- **TASK ITEM**
Please write out exactly the lines of the data below from the line holding "def check_procedures(self) ->" through the line holding "for problem in", and leave out the rest.

INPUT RECORDS START

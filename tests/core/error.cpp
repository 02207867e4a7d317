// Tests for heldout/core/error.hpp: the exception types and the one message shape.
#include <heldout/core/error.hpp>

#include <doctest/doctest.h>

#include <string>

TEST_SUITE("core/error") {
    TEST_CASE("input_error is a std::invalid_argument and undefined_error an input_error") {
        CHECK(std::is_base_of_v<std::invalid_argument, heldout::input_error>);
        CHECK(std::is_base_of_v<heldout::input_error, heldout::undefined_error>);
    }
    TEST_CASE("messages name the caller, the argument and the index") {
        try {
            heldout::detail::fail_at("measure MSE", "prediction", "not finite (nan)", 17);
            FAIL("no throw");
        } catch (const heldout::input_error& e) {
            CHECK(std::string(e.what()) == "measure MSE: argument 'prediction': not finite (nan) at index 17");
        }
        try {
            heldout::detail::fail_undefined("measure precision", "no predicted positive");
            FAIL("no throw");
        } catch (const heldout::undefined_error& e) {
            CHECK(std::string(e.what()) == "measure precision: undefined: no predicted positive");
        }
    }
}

INPUT RECORDS END
INPUT RECORDS START

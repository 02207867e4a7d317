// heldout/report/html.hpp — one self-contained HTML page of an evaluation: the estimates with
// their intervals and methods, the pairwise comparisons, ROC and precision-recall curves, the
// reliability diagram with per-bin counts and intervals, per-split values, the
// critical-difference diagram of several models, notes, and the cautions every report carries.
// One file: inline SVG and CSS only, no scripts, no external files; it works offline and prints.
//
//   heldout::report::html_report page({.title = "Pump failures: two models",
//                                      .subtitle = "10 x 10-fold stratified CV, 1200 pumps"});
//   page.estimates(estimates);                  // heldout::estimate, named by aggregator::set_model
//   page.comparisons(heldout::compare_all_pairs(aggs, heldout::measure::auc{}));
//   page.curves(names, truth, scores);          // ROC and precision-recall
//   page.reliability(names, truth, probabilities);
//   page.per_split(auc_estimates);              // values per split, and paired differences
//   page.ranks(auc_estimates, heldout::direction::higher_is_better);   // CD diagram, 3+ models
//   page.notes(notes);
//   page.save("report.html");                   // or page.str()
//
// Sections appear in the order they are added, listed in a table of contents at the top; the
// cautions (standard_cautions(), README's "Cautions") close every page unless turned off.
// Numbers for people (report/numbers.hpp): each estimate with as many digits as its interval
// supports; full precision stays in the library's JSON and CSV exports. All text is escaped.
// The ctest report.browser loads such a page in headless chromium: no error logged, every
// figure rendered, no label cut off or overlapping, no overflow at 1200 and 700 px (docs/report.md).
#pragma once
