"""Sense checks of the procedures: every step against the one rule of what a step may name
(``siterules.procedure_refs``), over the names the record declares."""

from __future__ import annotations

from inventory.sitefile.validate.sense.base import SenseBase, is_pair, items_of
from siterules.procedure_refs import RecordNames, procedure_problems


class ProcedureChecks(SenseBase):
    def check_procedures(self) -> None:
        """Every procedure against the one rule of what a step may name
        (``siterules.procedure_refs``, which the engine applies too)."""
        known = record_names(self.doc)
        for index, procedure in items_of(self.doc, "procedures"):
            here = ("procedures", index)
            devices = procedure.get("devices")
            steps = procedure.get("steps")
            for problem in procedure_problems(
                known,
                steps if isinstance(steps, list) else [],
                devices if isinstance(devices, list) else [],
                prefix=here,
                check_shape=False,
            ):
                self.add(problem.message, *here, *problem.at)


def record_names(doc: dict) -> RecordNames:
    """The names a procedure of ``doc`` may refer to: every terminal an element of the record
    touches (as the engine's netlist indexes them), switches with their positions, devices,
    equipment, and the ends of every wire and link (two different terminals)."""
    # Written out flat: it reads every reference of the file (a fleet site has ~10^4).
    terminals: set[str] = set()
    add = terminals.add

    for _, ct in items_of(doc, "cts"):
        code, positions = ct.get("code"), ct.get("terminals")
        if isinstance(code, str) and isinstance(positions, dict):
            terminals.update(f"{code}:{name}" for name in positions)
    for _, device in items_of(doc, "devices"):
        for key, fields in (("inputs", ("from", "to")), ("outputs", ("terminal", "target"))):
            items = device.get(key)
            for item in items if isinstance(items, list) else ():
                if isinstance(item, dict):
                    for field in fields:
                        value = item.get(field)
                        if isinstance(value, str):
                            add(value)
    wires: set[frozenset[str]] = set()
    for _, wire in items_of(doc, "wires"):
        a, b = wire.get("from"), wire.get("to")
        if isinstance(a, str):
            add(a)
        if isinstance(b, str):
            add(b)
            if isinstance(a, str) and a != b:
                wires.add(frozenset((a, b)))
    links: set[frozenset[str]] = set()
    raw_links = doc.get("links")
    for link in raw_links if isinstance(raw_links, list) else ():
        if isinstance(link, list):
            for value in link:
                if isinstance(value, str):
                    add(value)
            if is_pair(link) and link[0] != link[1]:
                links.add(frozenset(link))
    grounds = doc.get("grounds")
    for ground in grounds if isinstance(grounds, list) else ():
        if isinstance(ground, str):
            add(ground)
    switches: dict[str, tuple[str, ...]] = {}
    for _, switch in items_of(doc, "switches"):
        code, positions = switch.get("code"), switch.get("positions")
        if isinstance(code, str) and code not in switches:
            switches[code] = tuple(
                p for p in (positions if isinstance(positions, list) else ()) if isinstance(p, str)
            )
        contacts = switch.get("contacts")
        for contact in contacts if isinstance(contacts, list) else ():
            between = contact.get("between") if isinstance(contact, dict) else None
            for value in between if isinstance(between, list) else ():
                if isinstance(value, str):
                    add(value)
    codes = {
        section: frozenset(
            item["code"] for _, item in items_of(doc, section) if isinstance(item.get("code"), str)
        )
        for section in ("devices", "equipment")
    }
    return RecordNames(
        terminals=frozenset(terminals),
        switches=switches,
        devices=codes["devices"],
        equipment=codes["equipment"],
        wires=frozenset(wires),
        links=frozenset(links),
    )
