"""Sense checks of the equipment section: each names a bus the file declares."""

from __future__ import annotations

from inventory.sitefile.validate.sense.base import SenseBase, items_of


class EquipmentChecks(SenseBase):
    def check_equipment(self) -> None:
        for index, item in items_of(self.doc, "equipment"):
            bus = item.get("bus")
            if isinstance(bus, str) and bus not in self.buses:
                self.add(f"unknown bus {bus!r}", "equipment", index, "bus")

INPUT RECORDS END

- **RESULT FOR THIS TASK**
    def check_procedures(self) -> None:
        """Every procedure against the one rule of what a step may name
        (``siterules.procedure_refs``, which the engine applies too)."""
        known = record_names(self.doc)
        for index, procedure in items_of(self.doc, "procedures"):
            here = ("procedures", index)
            devices = procedure.get("devices")
            steps = procedure.get("steps")
            for problem in procedure_problems(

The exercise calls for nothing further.